Still, imagine Hillary having to come to terms with the fact that her husband -- the one adored by the official liberals -- has now angered them by his racialist petulance towards their upstart opponents and by the sebaceous indulgence of his own righteous self. The fact that Barack Obama, the prime upstart, is both culturally and literally a person of many textured colors, actually prefiguring the American future, and all at once elegant and agile besides, is a rebuff to the grotesque sexual myth Bill had made of himself. Feh, my mother would have said. Andrew Young may relish these images of his president, especially those with unknown and apparently numberless black women. But to younger people and to more cultured people it is pathos itself. F.D.R. did not parade his liaisons.
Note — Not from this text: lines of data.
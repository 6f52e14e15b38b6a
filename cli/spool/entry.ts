import * as z from 'zod'
import { receipt } from '../../shared/contract/receipt.ts'
import { recordRequest } from '../../shared/contract/record.ts'
import { OgeeError } from '../../shared/errors.ts'
import { parseJson } from '../files.ts'
import type { RequestBody } from '../request.ts'

/** What a spool keeps of one measurement: the request with its key, and what was given out for it. */
const spooled = z.object({
  format: z.literal('ogee.spooled/1'),
  key: z.string().min(1),
  savedAt: z.string(),
  /** As it will be sent; checked again by whoever takes it. */
  body: z.custom<RequestBody>((value) => recordRequest.safeParse(value).success, 'This is no request.'),
  /** The object that was printed. */
  printed: z.looseObject({}),
  /** Once it is sent: the server's promise, and how the record is known there. */
  receipt: receipt.optional(),
  sent: z.object({ id: z.string(), number: z.int(), verdict: z.string().nullable() }).optional(),
})
export type Entry = z.output<typeof spooled>

export function readEntry(text: string, name: string): Entry {
  const parsed = spooled.safeParse(parseJson(text, name))
  if (parsed.success) return parsed.data
  const { path, message } = parsed.error.issues[0] ?? { path: [], message: 'it does not match' }
  throw new OgeeError('invalid-document', `${name} is no entry of a spool: /${path.join('/')}: ${message}`)
}
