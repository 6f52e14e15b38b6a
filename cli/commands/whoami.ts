import { getMe, type Me } from '../../shared/contract/session.ts'
import { type Command, type Context, everyFormat } from '../command.ts'
import type { ConnectionOptions } from '../config.ts'
import { print, type Rendering } from '../output.ts'
import { connect, readConnection, serverAbout, serverOptions } from '../server-options.ts'
import { pairs } from '../table.ts'

export const whoamiCommand: Command<ConnectionOptions> = {
  about: serverAbout,
  options: serverOptions,
  formats: everyFormat,
  examples: [
    { run: 'ogee whoami', says: 'Shows station, scopes, days to expiry and how far the clock is off.' },
  ],
  read: readConnection,
  run: whoami,
}

async function whoami(options: ConnectionOptions, context: Context): Promise<number> {
  const client = await connect(options, context)
  const before = context.io.now()
  const me = await client.call(getMe, {})
  const middle = (before + context.io.now()) / 2
  await print(rendering(client.url, me, middle), context)
  return 0
}

/** The clock difference is ours minus the server's, at the middle of the call; retries make it rougher. */
function rendering(url: string, { who, server }: Me, nowMs: number): Rendering {
  const clockDifferenceSeconds = Math.round((nowMs - Date.parse(server.serverTime)) / 100) / 10
  const daysToExpiry =
    who.kind === 'token' ? Math.floor((Date.parse(who.expiresAt) - nowMs) / 86_400_000) : null
  const json = { format: 'ogee.whoami/1', url, who, server, daysToExpiry, clockDifferenceSeconds }
  const station = who.kind === 'token' ? who.station : null
  const scopes = who.kind === 'token' ? who.scopes : [who.role]
  const rows: [string, string][] = [
    ['Server', `${url}, version ${server.version}, solver ${server.solver}`],
    ['Ledger', server.ledger],
    [who.kind === 'token' ? 'Token' : 'Person', `${who.name} (${who.id})`],
    ['Station', station ?? 'none'],
    [who.kind === 'token' ? 'Scopes' : 'Role', scopes.join(', ')],
    ['Expires', daysToExpiry === null ? 'no' : `in ${daysToExpiry} days`],
    ['Clock', `${clockDifferenceSeconds} s ${clockDifferenceSeconds < 0 ? 'behind' : 'ahead of'} the server`],
  ]
  return {
    json,
    table: () => pairs(rows),
    csv: {
      heads: [
        'url',
        'version',
        'solver',
        'name',
        'station',
        'scopes',
        'days_to_expiry',
        'clock_difference_s',
      ],
      rows: [
        [
          url,
          server.version,
          server.solver,
          who.name,
          station,
          scopes.join(' '),
          daysToExpiry,
          clockDifferenceSeconds,
        ],
      ],
    },
  }
}
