import { randomBytes } from 'node:crypto'
import fs from 'node:fs'
import { dirname, join } from 'node:path'
import { OgeeError } from '../../shared/errors.ts'

/**
 * Files that are there whole or not at all, whatever is killed: written beside, made durable, then renamed into place.
 * A full disk is 74, a place where nothing can be created 73; in both cases nothing was put down.
 */

export type Trouble = NodeJS.ErrnoException

/** Trouble of writing, in the contract's codes. */
export function diskTrouble(path: string, error: unknown): OgeeError {
  const code = (error as Trouble).code ?? 'unknown'
  return code === 'ENOSPC' || code === 'EDQUOT' || code === 'EIO'
    ? new OgeeError('read-failed', `${path} cannot be written: ${words[code] ?? code}. Nothing was put down.`)
    : new OgeeError('cannot-create', `${path} cannot be created: ${words[code] ?? code}.`)
}

const words: Readonly<Record<string, string>> = {
  ENOSPC: 'the disk is full',
  EDQUOT: 'the quota is used up',
  EACCES: 'not allowed',
  EROFS: 'the disk is read-only',
  ENOTDIR: 'a part of the path is no folder',
}

/**
 * Writes a file so that it survives a kill and a power cut: its bytes first, its name after them, the folder last. Of many
 * files the folder can be made durable once, after them all: then `isLast` is false for each, and `syncFolder` follows.
 */
export function putDown(path: string, text: string, beside: string, isLast = true): void {
  // Processes of two containers that share the folder may have the same number.
  const temporary = join(beside, `${process.pid}-${randomBytes(8).toString('hex')}.part`)
  let made = false
  try {
    const file = fs.openSync(temporary, 'wx', 0o600)
    made = true
    try {
      fs.writeFileSync(file, text)
      fs.fsyncSync(file)
    } finally {
      fs.closeSync(file)
    }
    fs.renameSync(temporary, path)
    if (isLast) syncFolder(dirname(path))
  } catch (error) {
    if (made) fs.rmSync(temporary, { force: true })
    throw diskTrouble(path, error)
  }
}

/**
 * Takes a file away; that somebody else did it first is no trouble. Not made durable: whoever finds it again after a power
 * cut finds out that it was dealt with.
 */
export function takeAway(path: string): void {
  try {
    fs.unlinkSync(path)
  } catch (error) {
    if ((error as Trouble).code !== 'ENOENT') throw diskTrouble(path, error)
  }
}

/** A new name is durable once its folder is. */
export function syncFolder(path: string): void {
  const folder = fs.openSync(path, 'r')
  try {
    fs.fsyncSync(folder)
  } finally {
    fs.closeSync(folder)
  }
}

export function makeFolder(path: string): void {
  try {
    fs.mkdirSync(path, { recursive: true, mode: 0o700 })
  } catch (error) {
    throw diskTrouble(path, error)
  }
}

/** Parts that a killed process left; those of living ones are theirs. */
export function clearParts(folder: string): void {
  for (const name of fs.readdirSync(folder)) {
    const pid = Number(/^(\d+)-[0-9a-f]+\.part$/.exec(name)?.[1])
    if (Number.isInteger(pid) && !isAlive(pid)) fs.rmSync(join(folder, name), { force: true })
  }
}

export function isAlive(pid: number): boolean {
  try {
    process.kill(pid, 0)
    return true
  } catch (error) {
    return (error as Trouble).code === 'EPERM'
  }
}
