import { readFileSync } from 'node:fs'
import { join } from 'node:path'
import { parsePointsCsv } from '../../shared/points/parse-csv.ts'
import type { Design, MeasuredPoint } from '../../shared/solver/types.ts'

/** Designs, points and published data for the solver's tests, read from tests/vectors. */
const vectors = join(import.meta.dirname, '..', 'vectors')

export function vectorText(name: string): string {
  return readFileSync(join(vectors, name), 'utf8')
}

export function vector<T>(name: string): T {
  return JSON.parse(vectorText(name)) as T
}

export const exampleNames = ['unipolar-18', 'bipolar-16', 'out-of-reach'] as const
export type ExampleName = (typeof exampleNames)[number]

export function exampleDesign(name: ExampleName): Design {
  return vector<Design>(`examples/${name}.design.json`)
}

export function examplePoints(name: ExampleName): MeasuredPoint[] {
  return parsePointsCsv(vectorText(`examples/${name}.points.csv`)).groups[0]!.points
}

type DesignChange = {
  bits?: number
  lowV?: number
  highV?: number
  inlLsb?: number
  measurement?: Design['measurement']
  adjusters?: Design['adjusters']
  targetLsb?: number
  range?: Partial<Design['ranges'][number]>
  decision?: Design['decision']
}

/** A 16-bit 0 V to 10 V design with a gain and an offset adjuster of 8 bits; any part can be replaced. */
export function plainDesign(change: DesignChange = {}): Design {
  const source = { bits: 8, coding: 'offset-binary', lowV: -1, highV: 1 } as const
  return {
    converter: { bits: change.bits ?? 16, coding: 'straight-binary', inlLsb: change.inlLsb ?? 1 },
    ranges: [{ id: 'r', lowV: change.lowV ?? 0, highV: change.highV ?? 10, ...change.range }],
    adjusters: change.adjusters ?? {
      gain: {
        effect: { kind: 'measured', slopePerV: 0.002, offsetPerV: 0 },
        effectTolerance: 0.2,
        node: { nominalV: 0 },
        source,
        network: { kind: 'direct' },
      },
      offset: {
        effect: { kind: 'measured', slopePerV: 0, offsetPerV: 0.01 },
        effectTolerance: 0.2,
        node: { nominalV: 0 },
        source,
        network: { kind: 'direct' },
      },
    },
    target: { residual: { value: change.targetLsb ?? 1, unit: 'LSB' } },
    measurement: change.measurement ?? {},
    decision: change.decision,
  }
}

/** Points of a channel with a known line and given deviations in LSB: y = x + O + G·(x - L) + d. */
export function pointsOnLine(
  design: Design,
  codes: readonly number[],
  offsetV: number,
  gain: number,
  deviationsLsb: readonly number[] = [],
): MeasuredPoint[] {
  const { lowV, highV } = design.ranges[0]!
  const lsb = (highV - lowV) / 2 ** design.converter.bits
  return codes.map((code, i) => {
    const x = lowV + code * lsb
    return { code, measured: x + offsetV + gain * (x - lowV) + (deviationsLsb[i] ?? 0) * lsb }
  })
}
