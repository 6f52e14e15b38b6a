import type { Json } from '../../shared/ledger/canonical.ts'

/** The unipolar example with two ranges' worth of nothing extra: one channel, one range. */
export function unipolar(change: { [key: string]: Json } = {}): Json {
  return {
    format: 'ogee.design/1',
    title: 'Detector bias source, output A',
    converter: { bits: 18, coding: 'straight-binary', inlLsb: 1 },
    ranges: [{ id: 'u10', label: '0 V to 10 V', lowV: 0, highV: 10, offsetAt: 'zero-volts' }],
    adjusters: {
      gain: {
        effect: { kind: 'measured', slopePerV: 0.00208, offsetPerV: 0 },
        effectTolerance: 0.2,
        node: { nominalV: 0, minV: -5, maxV: 5, inputOhm: 250000 },
        source: { bits: 12, coding: 'offset-binary', lowV: -2.5, highV: 2.5, inlLsb: 1, driftPpmPerK: 5 },
        network: { kind: 'divider', topOhm: 8660, bottomOhm: 1500 },
      },
      offset: {
        effect: { kind: 'output-summing', feedbackOhm: 10000, adjustOhm: 1000000, inverting: true },
        effectTolerance: 0.2,
        node: { nominalV: 0, minV: -5, maxV: 5 },
        source: { bits: 12, coding: 'offset-binary', lowV: -2.5, highV: 2.5 },
        network: { kind: 'direct' },
      },
    },
    target: { residual: { value: 0.5, unit: 'LSB' } },
    measurement: { method: 'best-fit', points: [0, 65536, 131072, 196608, 262143], plausiblePercent: 5 },
    decision: { rule: 'simple', tolerance: { value: 1, unit: 'LSB' } },
    ...change,
  }
}

const lsb = 10 / 2 ** 18

/** Points of a channel with that gain error and offset: a straight line, so that the fit is exact and clean. */
export function pointsOf({ gainPpm = 0, offsetV = 0 } = {}) {
  return [0, 65536, 131072, 196608, 262143].map((code) => ({
    code,
    measured: code * lsb * (1 + gainPpm * 1e-6) + offsetV,
    uncertainty: 5e-6,
  }))
}

/** Far outside what noise explains at one code: a suspect fit. */
export function suspectPoints() {
  return pointsOf({ gainPpm: -200 }).map((point) =>
    point.code === 131072 ? { ...point, measured: point.measured + 40 * lsb } : point,
  )
}

export function trimBody(change: { [key: string]: unknown } = {}) {
  return { design: 'U18', unit: 'S-1', points: pointsOf({ gainPpm: -203, offsetV: 2e-6 }), ...change }
}
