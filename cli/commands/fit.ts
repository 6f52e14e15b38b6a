import { method } from '../../shared/contract/primitives.ts'
import { fitPoints } from '../../shared/solver/fit.ts'
import type { FitDocument, Method } from '../../shared/solver/types.ts'
import { type Command, type Context, everyFormat, type Given } from '../command.ts'
import { readDesign } from '../design-file.ts'
import { fitRows } from '../fit-rows.ts'
import { readMeasurement } from '../measurement.ts'
import { designFileOption, pointsAbout, pointsOption, rangeOption } from '../measurement-options.ts'
import { oneOf, text } from '../option-values.ts'
import { print } from '../output.ts'
import { pairs } from '../table.ts'

type Options = { design: string; points: string; range: string | undefined; method: Method | undefined }

export const fitCommand: Command<Options> = {
  about: pointsAbout,
  options: [
    designFileOption,
    pointsOption,
    rangeOption,
    { flags: '--method <method>', says: "how to fit (default: the design's)", choices: method.options },
  ],
  formats: everyFormat,
  examples: [
    {
      run: 'ogee fit --design design.json --points points.csv --method minimax',
      says: 'Offset and gain error by the line with the smallest peak residual.',
    },
  ],
  read: readFit,
  run: fit,
}

function readFit({ options }: Given): Options {
  const asked = text(options.method)
  return {
    design: text(options.design) ?? '',
    points: text(options.points) ?? '',
    range: text(options.range),
    method: asked === undefined ? undefined : oneOf('--method', asked, method.options),
  }
}

async function fit(options: Options, context: Context): Promise<number> {
  const design = await readDesign(context.io, options.design)
  const measured = await readMeasurement(context.io, options.points, { range: options.range })
  const document = fitPoints(design, measured.points, { rangeId: measured.range, method: options.method })
  await print(
    {
      json: document,
      table: () => pairs([['Range', document.range], ...fitRows(document.fit)]),
      csv: { heads: csvHeads, rows: [csvRow(document)] },
    },
    context,
  )
  return 0
}

const csvHeads = [
  'range',
  'method',
  'n',
  'offset_error_v',
  'gain_error_ppm',
  'full_scale_error_v',
  'u_offset_v',
  'u_gain_ppm',
  'linearity_lsb',
  'flags',
]

function csvRow({ range, fit }: FitDocument) {
  return [
    range,
    fit.method,
    fit.n,
    fit.offsetErrorV,
    fit.gainErrorPpm,
    fit.fullScaleErrorV,
    fit.expandedUncertainty?.offsetV,
    fit.expandedUncertainty?.gainPpm,
    fit.linearity.maxLsb,
    fit.flags.map(({ flag }) => flag).join(' '),
  ]
}
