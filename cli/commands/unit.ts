import type { Unit } from '../../shared/contract/units.ts'
import { type AskedUnit, askUnit, type CurrentCodes, noCodesExit, unitDocument } from '../ask-unit.ts'
import { type Command, type Context, everyFormat, type Given } from '../command.ts'
import type { ConnectionOptions } from '../config.ts'
import { text } from '../option-values.ts'
import { print, type Rendering, sayCaution } from '../output.ts'
import { connect, readConnection, serverAbout, serverOptions } from '../server-options.ts'
import { textTable } from '../table.ts'

type Options = ConnectionOptions & AskedUnit

export const unitCommand: Command<Options> = {
  about: `Ends with 12 when there are no accepted codes.\n\n${serverAbout}`,
  arguments: [{ name: '<serial>', says: 'serial of the unit' }],
  options: [
    { flags: '--design <key>', says: 'design, where units of several have that serial' },
    { flags: '--channel <name>', says: 'this channel only' },
    { flags: '--range <id>', says: 'this range only' },
    ...serverOptions,
  ],
  formats: everyFormat,
  examples: [
    { run: 'ogee unit 031 --design DBS-A --channel 1', says: 'Codes now loaded in channel 1 of unit 031.' },
  ],
  read: readUnit,
  run: showUnit,
}

function readUnit(given: Given): Options {
  const { options, args } = given
  return {
    ...readConnection(given),
    serial: args[0] ?? '',
    design: text(options.design),
    channel: text(options.channel),
    range: text(options.range),
  }
}

async function showUnit(options: Options, context: Context): Promise<number> {
  const { serial } = options
  const { unit, current, isGood } = await askUnit(await connect(options, context), options)
  await print(rendering(unit, current), context)
  if (isGood) sayCaution(context)
  else
    context.io.say(
      `ogee: unit ${serial} has no accepted codes${current.length > 0 ? ' in every place shown' : ' there'}.`,
    )
  return isGood ? 0 : noCodesExit
}

function rendering({ design, serial }: Unit, current: readonly CurrentCodes[]): Rendering {
  const heads = [
    'unit',
    'channel',
    'range',
    'gain_code',
    'gain_word',
    'offset_code',
    'offset_word',
    'pass',
    'number',
    'record',
    'recorded_at',
  ]
  const row = (at: CurrentCodes) => [
    serial,
    at.channel,
    at.range,
    at.codes?.gain,
    at.words?.gain,
    at.codes?.offset,
    at.words?.offset,
    at.pass,
    at.number,
    at.record,
    at.recordedAt,
  ]
  return {
    json: unitDocument({ design, serial }, current),
    lines: current.map((at) => ({ design, serial, ...at })),
    table: () =>
      textTable(
        [
          'Channel',
          'Range',
          'Gain code',
          'Gain word',
          'Offset code',
          'Offset word',
          'Pass',
          'Record',
          'Recorded',
        ].map((head, i) => ({ head, right: i >= 2 && i <= 7 })),
        current.map((at) => [...row(at).slice(1, 9), at.recordedAt]),
      ),
    csv: { heads, rows: current.map(row) },
  }
}
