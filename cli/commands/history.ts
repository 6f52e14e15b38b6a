import { outcome, verdict } from '../../shared/contract/primitives.ts'
import { type RecordLine, kind as recordKind } from '../../shared/contract/record.ts'
import { listTrims } from '../../shared/contract/trims.ts'
import { limits } from '../../shared/limits.ts'
import type { Client } from '../client.ts'
import { type Command, type Context, everyFormat, type Given } from '../command.ts'
import type { ConnectionOptions } from '../config.ts'
import { print, type Rendering, render } from '../output.ts'
import {
  connect,
  oneOf,
  readConnection,
  serverAbout,
  serverOptions,
  text,
  wholeNumber,
} from '../server-options.ts'
import { type Cell, textTable } from '../table.ts'

const verdicts = [...verdict.options, ...outcome.options]
type Filters = {
  unit?: string
  design?: string
  kind?: (typeof recordKind.options)[number]
  verdict?: (typeof verdicts)[number]
  after?: string
}
type Options = ConnectionOptions & { filters: Filters; limit: number }

export const historyCommand: Command<Options> = {
  about: serverAbout,
  options: [
    { flags: '--unit <serial>', says: 'records of this unit' },
    { flags: '--design <key>', says: 'records of this design' },
    { flags: '--kind <kind>', says: 'records of this kind', choices: recordKind.options },
    { flags: '--verdict <verdict>', says: 'records with this verdict', choices: verdicts },
    { flags: '--limit <count>', says: `how many at most (default ${limits.pageDefault})` },
    { flags: '--after <mark>', says: 'go on behind the `next` of an earlier answer' },
    ...serverOptions,
  ],
  formats: everyFormat,
  examples: [
    { run: 'ogee history --unit 031 --limit 5', says: 'The five newest records of unit 031.' },
    {
      run: 'ogee history --verdict out-of-reach --format csv',
      says: 'What was out of reach, for a spreadsheet.',
    },
  ],
  read: readHistory,
  run: history,
}

function readHistory(given: Given): Options {
  const { options } = given
  const filters: Filters = {}
  const [unit, design, after] = [text(options.unit), text(options.design), text(options.after)]
  if (unit !== undefined) filters.unit = unit
  if (design !== undefined) filters.design = design
  if (after !== undefined) filters.after = after
  const [kind, found] = [text(options.kind), text(options.verdict)]
  if (kind !== undefined) filters.kind = oneOf('--kind', kind, recordKind.options)
  if (found !== undefined) filters.verdict = oneOf('--verdict', found, verdicts)
  const limit = wholeNumber('--limit', text(options.limit) ?? String(limits.pageDefault), 1, 1_000_000)
  return { ...readConnection(given), filters, limit }
}

async function history(options: Options, context: Context): Promise<number> {
  const client = await connect(options, context)
  if (context.format === 'csv' || context.format === 'ndjson') return await stream(client, options, context)
  const items: RecordLine[] = []
  let next: string | null = null
  for await (const page of pages(client, options)) {
    items.push(...page.items)
    next = page.next
  }
  await print(rendering(items, next), context)
  return 0
}

/** Page by page, so that a long history needs no more memory than a short one, and stops when the reader has gone. */
async function stream(client: Client, options: Options, { io, format }: Context): Promise<number> {
  let isFirst = true
  for await (const { items } of pages(client, options)) {
    const text = render(rendering(items, null), format, false)
    const headless = format === 'csv' && !isFirst ? text.slice(text.indexOf('\n') + 1) : text
    if (!(await io.write(headless))) return 0
    isFirst = false
  }
  return 0
}

/** Follows the pages until there are enough records. */
async function* pages(client: Client, { filters, limit }: Options) {
  let left = limit
  let after = filters.after
  while (left > 0) {
    const query = {
      ...filters,
      limit: Math.min(limits.pageMax, left),
      ...(after === undefined ? {} : { after }),
    }
    const page = await client.call(listTrims, { query })
    yield page
    if (page.next === null) return
    left -= page.items.length
    after = page.next
  }
}

const heads = [
  'number',
  'recorded_at',
  'unit',
  'channel',
  'range',
  'lot',
  'design',
  'revision',
  'kind',
  'pass',
  'verdict',
  'accepted',
  'gain_code',
  'offset_code',
  'gain_error_ppm',
  'offset_error_v',
  'worst_lsb',
  'station',
  'by',
  'record',
]
const row = (line: RecordLine): Cell[] => [
  line.number,
  line.recordedAt,
  line.unit,
  line.channel,
  line.range,
  line.lot,
  line.design,
  line.revision,
  line.kind,
  line.pass,
  line.verdict,
  String(line.accepted),
  line.gainCode,
  line.offsetCode,
  line.gainErrorPpm,
  line.offsetErrorV,
  line.worstLsb,
  line.station,
  line.by,
  line.id,
]

function rendering(items: readonly RecordLine[], next: string | null): Rendering {
  const columns = [
    'Record',
    'Recorded',
    'Unit',
    'Ch',
    'Range',
    'Kind',
    'Pass',
    'Verdict',
    'Gain',
    'Offset',
    'Worst LSB',
    'Station',
  ]
  const isRight = (i: number) => i === 0 || i === 6 || (i >= 8 && i <= 10)
  return {
    json: { format: 'ogee.history/1', items, next },
    lines: items,
    table: () =>
      items.length === 0
        ? 'No record matches.\n'
        : textTable(
            columns.map((head, i) => ({ head, right: isRight(i) })),
            items.map((line) => [
              line.number,
              line.recordedAt.replace(/\.\d+/, ''),
              line.unit,
              line.channel,
              line.range,
              line.kind,
              line.pass,
              line.verdict,
              line.gainCode,
              line.offsetCode,
              line.worstLsb?.toFixed(3),
              line.station,
            ]),
          ),
    csv: { heads, rows: items.map(row) },
  }
}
Hillary is now inextricably saddled with Bill riding her rump. For all of her declared sense of self she very early in the primary season turned her campaign over to him, certainly thematically, and especially in South Carolina where the nasty business of trying to turn Obama into Jesse Jackson was routinized. This was completely fraudulent: Jackson ran in the South Carolina Democratic primaries twice (1984 and 1988), as Katherine Q. Seelye points out in today's Times. But these campaigns were in a different America and a different American south, nearly a quarter century ago. Moreover, not even so aggressive a hustler as Jackson thought he had a chance and no one else did either. What he was in 1988 was a spoiler for Al Gore when the party turned to Mike Dukakis, one of the most lapidary candidates ever to represent the Democrats in a presidential contest. But remember it was Clinton who elevated the Reverend J. and made him an ambassador plenipotentiary to the most tawdry of African countries where he might feed at the business of arms and diamonds, blood diamonds, strutting around with great portent everywhere.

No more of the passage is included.